> Problem to solve: Line by line, copy the material below exactly.

> Exercise material:
__________________________________________________

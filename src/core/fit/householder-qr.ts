// Householder QR with limited column pivoting, in double precision.
//
// The n-sized work runs on one column-major Float64Array with explicit offsets:
// element-wise get/set through a matrix class (ml-matrix) is about 16x slower at
// 100,000 x 30, and this factorisation is the dominant O(n p^2) cost of a fit.
//
// Pivoting follows the caller's column order, as LINPACK dqrdc2 does: columns
// are taken in order, and a column whose part not explained by the columns
// already accepted has norm <= tolerance * (its own norm) is declared aliased
// and moved to the end. The remaining norm is computed afresh from the updated
// column at the moment of the decision, never from downdated norms.

export interface HouseholderQR {
  rows: number;
  /** Number of accepted (non-aliased) columns. */
  rank: number;
  /** Candidate positions (working columns) in factorisation order: accepted first, then aliased. */
  order: number[];
  /** Column-major n x p working array: reflectors on and below the diagonal, R above. */
  work: Float64Array;
  /** Diagonal of R for accepted columns (index = position in order). */
  rdiag: Float64Array;
  /** Householder scalars: H_k = I - v v^T / beta_k. */
  beta: Float64Array;
  /** Relative remaining norm of each candidate column at its decision (1 for the first). */
  remainingNorm: Float64Array;
}

/**
 * Factorise the columns `candidates` (indices into `columns`) of an n-row matrix.
 * `referenceNorm[j]` is the norm a column's remaining part is compared against.
 */
export function householderQR(
  columns: ArrayLike<number>[],
  rows: number,
  candidates: number[],
  referenceNorm: ArrayLike<number>,
  tolerance: number,
): HouseholderQR {
  const n = rows;
  const q = candidates.length;
  const work = new Float64Array(n * q);
  for (let c = 0; c < q; c++) {
    const src = columns[candidates[c]];
    const off = c * n;
    for (let i = 0; i < n; i++) work[off + i] = src[i];
  }
  // Candidate c lives in working column c; `accepted` lists them in pivot order.
  const accepted: number[] = [];
  const aliased: number[] = [];
  const rdiag = new Float64Array(q);
  const beta = new Float64Array(q);
  const remainingNorm = new Float64Array(q);
  const pending: number[] = [];
  for (let c = 0; c < q; c++) pending.push(c);

  while (pending.length > 0) {
    const c = pending.shift()!;
    const k = accepted.length;
    const off = c * n;
    let ss = 0;
    for (let i = k; i < n; i++) ss += work[off + i] * work[off + i];
    const nrm = Math.sqrt(ss);
    const ref = referenceNorm[candidates[c]];
    remainingNorm[c] = ref > 0 ? nrm / ref : 0;
    if (k >= n || !(nrm > tolerance * ref) || !Number.isFinite(nrm)) {
      aliased.push(c);
      continue;
    }
    // Reflector mapping x = work[k.., c] to alpha e_1 with alpha = -sign(x_k) ||x||,
    // so that v_k = x_k - alpha never cancels.
    const x0 = work[off + k];
    const alpha = x0 >= 0 ? -nrm : nrm;
    const v0 = x0 - alpha;
    work[off + k] = v0;
    const b = -alpha * v0; // = v^T v / 2
    rdiag[k] = alpha;
    beta[k] = b;
    for (const d of pending) {
      const offd = d * n;
      let s = 0;
      for (let i = k; i < n; i++) s += work[off + i] * work[offd + i];
      const f = s / b;
      for (let i = k; i < n; i++) work[offd + i] -= f * work[off + i];
    }
    accepted.push(c);
  }
  // Reflectors and R entries sit in the accepted columns' slots; order maps positions to slots.
  return {
    rows: n,
    rank: accepted.length,
    order: [...accepted, ...aliased],
    work,
    rdiag,
    beta,
    remainingNorm,
  };
}

/** z <- Q^T z (z has n entries). */
export function applyQt(qr: HouseholderQR, z: Float64Array): void {
  const { rows: n, work, beta } = qr;
  for (let k = 0; k < qr.rank; k++) {
    const off = qr.order[k] * n;
    let s = 0;
    for (let i = k; i < n; i++) s += work[off + i] * z[i];
    const f = s / beta[k];
    for (let i = k; i < n; i++) z[i] -= f * work[off + i];
  }
}

/** z <- Q z. */
export function applyQ(qr: HouseholderQR, z: Float64Array): void {
  const { rows: n, work, beta } = qr;
  for (let k = qr.rank - 1; k >= 0; k--) {
    const off = qr.order[k] * n;
    let s = 0;
    for (let i = k; i < n; i++) s += work[off + i] * z[i];
    const f = s / beta[k];
    for (let i = k; i < n; i++) z[i] -= f * work[off + i];
  }
}

/** R(k, l) for accepted positions k <= l. */
export function rEntry(qr: HouseholderQR, k: number, l: number): number {
  return k === l ? qr.rdiag[k] : qr.work[qr.order[l] * qr.rows + k];
}

/** The rank x rank upper-triangular R as rows of plain arrays. */
export function upperTriangle(qr: HouseholderQR): number[][] {
  const r = qr.rank;
  const out: number[][] = [];
  for (let k = 0; k < r; k++) {
    const row = new Array<number>(r).fill(0);
    for (let l = k; l < r; l++) row[l] = rEntry(qr, k, l);
    out.push(row);
  }
  return out;
}

/** Solve R x = c in place (c has rank entries). */
export function solveUpper(qr: HouseholderQR, c: Float64Array): void {
  for (let k = qr.rank - 1; k >= 0; k--) {
    let s = c[k];
    for (let l = k + 1; l < qr.rank; l++) s -= rEntry(qr, k, l) * c[l];
    c[k] = s / qr.rdiag[k];
  }
}

/** Solve R^T h = g in place (g has rank entries). */
export function solveUpperTransposed(qr: HouseholderQR, g: Float64Array): void {
  for (let k = 0; k < qr.rank; k++) {
    let s = g[k];
    for (let l = 0; l < k; l++) s -= rEntry(qr, l, k) * g[l];
    g[k] = s / qr.rdiag[k];
  }
}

__________________________________________________

> Written answer:
filename src/core/fit/householder-qr.ts
// Householder QR with limited column pivoting, in double precision.
//
// The n-sized work runs on one column-major Float64Array with explicit offsets:
// element-wise get/set through a matrix class (ml-matrix) is about 16x slower at
// 100,000 x 30, and this factorisation is the dominant O(n p^2) cost of a fit.
//
// Pivoting follows the caller's column order, as LINPACK dqrdc2 does: columns
// are taken in order, and a column whose part not explained by the columns
// already accepted has norm <= tolerance * (its own norm) is declared aliased
// and moved to the end. The remaining norm is computed afresh from the updated
// column at the moment of the decision, never from downdated norms.

export interface HouseholderQR {
  rows: number;
  /** Number of accepted (non-aliased) columns. */
  rank: number;
  /** Candidate positions (working columns) in factorisation order: accepted first, then aliased. */
  order: number[];
  /** Column-major n x p working array: reflectors on and below the diagonal, R above. */
  work: Float64Array;
  /** Diagonal of R for accepted columns (index = position in order). */
  rdiag: Float64Array;
  /** Householder scalars: H_k = I - v v^T / beta_k. */
  beta: Float64Array;
  /** Relative remaining norm of each candidate column at its decision (1 for the first). */
  remainingNorm: Float64Array;
}

/**
 * Factorise the columns `candidates` (indices into `columns`) of an n-row matrix.
 * `referenceNorm[j]` is the norm a column's remaining part is compared against.
 */
export function householderQR(
  columns: ArrayLike<number>[],
  rows: number,
  candidates: number[],
  referenceNorm: ArrayLike<number>,
  tolerance: number,
): HouseholderQR {
  const n = rows;
  const q = candidates.length;
  const work = new Float64Array(n * q);
  for (let c = 0; c < q; c++) {
    const src = columns[candidates[c]];
    const off = c * n;
    for (let i = 0; i < n; i++) work[off + i] = src[i];
  }
  // Candidate c lives in working column c; `accepted` lists them in pivot order.
  const accepted: number[] = [];
  const aliased: number[] = [];
  const rdiag = new Float64Array(q);
  const beta = new Float64Array(q);
  const remainingNorm = new Float64Array(q);
  const pending: number[] = [];
  for (let c = 0; c < q; c++) pending.push(c);

  while (pending.length > 0) {
    const c = pending.shift()!;
    const k = accepted.length;
    const off = c * n;
    let ss = 0;
    for (let i = k; i < n; i++) ss += work[off + i] * work[off + i];
    const nrm = Math.sqrt(ss);
    const ref = referenceNorm[candidates[c]];
    remainingNorm[c] = ref > 0 ? nrm / ref : 0;
    if (k >= n || !(nrm > tolerance * ref) || !Number.isFinite(nrm)) {
      aliased.push(c);
      continue;
    }
    // Reflector mapping x = work[k.., c] to alpha e_1 with alpha = -sign(x_k) ||x||,
    // so that v_k = x_k - alpha never cancels.
    const x0 = work[off + k];
    const alpha = x0 >= 0 ? -nrm : nrm;
    const v0 = x0 - alpha;
    work[off + k] = v0;
    const b = -alpha * v0; // = v^T v / 2
    rdiag[k] = alpha;
    beta[k] = b;
    for (const d of pending) {
      const offd = d * n;
      let s = 0;
      for (let i = k; i < n; i++) s += work[off + i] * work[offd + i];
      const f = s / b;
      for (let i = k; i < n; i++) work[offd + i] -= f * work[off + i];
    }
    accepted.push(c);
  }
  // Reflectors and R entries sit in the accepted columns' slots; order maps positions to slots.
  return {
    rows: n,
    rank: accepted.length,
    order: [...accepted, ...aliased],
    work,
    rdiag,
    beta,
    remainingNorm,
  };
}

/** z <- Q^T z (z has n entries). */
export function applyQt(qr: HouseholderQR, z: Float64Array): void {
  const { rows: n, work, beta } = qr;
  for (let k = 0; k < qr.rank; k++) {
    const off = qr.order[k] * n;
    let s = 0;
    for (let i = k; i < n; i++) s += work[off + i] * z[i];
    const f = s / beta[k];
    for (let i = k; i < n; i++) z[i] -= f * work[off + i];
  }
}

/** z <- Q z. */
export function applyQ(qr: HouseholderQR, z: Float64Array): void {
  const { rows: n, work, beta } = qr;
  for (let k = qr.rank - 1; k >= 0; k--) {
    const off = qr.order[k] * n;
    let s = 0;
    for (let i = k; i < n; i++) s += work[off + i] * z[i];
    const f = s / beta[k];
    for (let i = k; i < n; i++) z[i] -= f * work[off + i];
  }
}

/** R(k, l) for accepted positions k <= l. */
export function rEntry(qr: HouseholderQR, k: number, l: number): number {
  return k === l ? qr.rdiag[k] : qr.work[qr.order[l] * qr.rows + k];
}

/** The rank x rank upper-triangular R as rows of plain arrays. */
export function upperTriangle(qr: HouseholderQR): number[][] {
  const r = qr.rank;
  const out: number[][] = [];
  for (let k = 0; k < r; k++) {
    const row = new Array<number>(r).fill(0);
    for (let l = k; l < r; l++) row[l] = rEntry(qr, k, l);
    out.push(row);
  }
  return out;
}

/** Solve R x = c in place (c has rank entries). */
export function solveUpper(qr: HouseholderQR, c: Float64Array): void {
  for (let k = qr.rank - 1; k >= 0; k--) {
    let s = c[k];
    for (let l = k + 1; l < qr.rank; l++) s -= rEntry(qr, k, l) * c[l];
    c[k] = s / qr.rdiag[k];
  }
}

/** Solve R^T h = g in place (g has rank entries). */
export function solveUpperTransposed(qr: HouseholderQR, g: Float64Array): void {
  for (let k = 0; k < qr.rank; k++) {
    let s = g[k];
    for (let l = 0; l < k; l++) s -= rEntry(qr, l, k) * g[l];
    g[k] = s / qr.rdiag[k];
  }
}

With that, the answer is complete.